Task objective:
The lines you return must be all those in the data that hold the string "distance".

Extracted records

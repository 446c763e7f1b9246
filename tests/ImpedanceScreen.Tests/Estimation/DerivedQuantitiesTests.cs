using ImpedanceScreen.Estimation;
using ImpedanceScreen.Quantities;

namespace ImpedanceScreen.Tests.Estimation;

public sealed class DerivedQuantitiesTests
{
    [Fact]
    public void The_voltage_at_a_load_uses_the_correlation()
    {
        Estimate estimate = Of(10, 600, 0.01, 2, 1);
        Uncertain volt = DerivedQuantities.VoltageAtLoad(estimate, 600);
        Assert.Equal(5, volt.Value, 1e-12);

        // dV/dVth = 1/2, dV/dR = -5/1200: with r = 1 they subtract.
        Assert.Equal(Math.Abs((0.5 * 0.01) - (2 * 5 / 1200.0)), volt.StandardUncertainty, 1e-12);
    }

    [Fact]
    public void A_short_circuit_current_is_not_determined_below_three_uncertainties()
    {
        Assert.Null(DerivedQuantities.ShortCircuit(Of(10, 2.9, 0.01, 1, 0)));
        Assert.Null(DerivedQuantities.ShortCircuit(Of(10, -5, 0.01, 1, 0)));
        Assert.NotNull(DerivedQuantities.ShortCircuit(Of(10, 3.1, 0.01, 1, 0)));
    }

    [Fact]
    public void The_interval_of_the_short_circuit_current_satisfies_Fiellers_equation_and_widens_to_the_right()
    {
        Estimate estimate = Of(10, 100, 0.02, 8, 0.6);
        ShortCircuitCurrent current = DerivedQuantities.ShortCircuit(estimate)!;
        Assert.Equal(0.1, current.Ampere, 1e-15);
        foreach (double ampere in new[] { current.LowAmpere, current.HighAmpere })
        {
            double distance = 10 - (ampere * 100);
            double variance = (0.02 * 0.02) - (2 * ampere * 0.6 * 0.02 * 8) + (ampere * ampere * 64);
            Assert.Equal(4 * variance, distance * distance, 1e-12);
        }

        Assert.True(current.HighAmpere - current.Ampere > current.Ampere - current.LowAmpere);
    }

    [Fact]
    public void The_smallest_load_keeps_the_stated_loss()
    {
        // Common practice: ten times Rth loses 1/11.
        Uncertain load = DerivedQuantities.SmallestLoad(Of(10, 600, 0.01, 2, 0), 1.0 / 11);
        Assert.Equal(6000, load.Value, 1e-9);
        Assert.Equal(20, load.StandardUncertainty, 1e-9);
    }

    private static Estimate Of(double volt, double ohm, double uVolt, double uOhm, double correlation) =>
        new(volt, ohm, uVolt, uOhm, correlation, 2, 2, 1, 1, 0.3, []);
}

Task result:
            double distance = 10 - (ampere * 100);
            Assert.Equal(4 * variance, distance * distance, 1e-12);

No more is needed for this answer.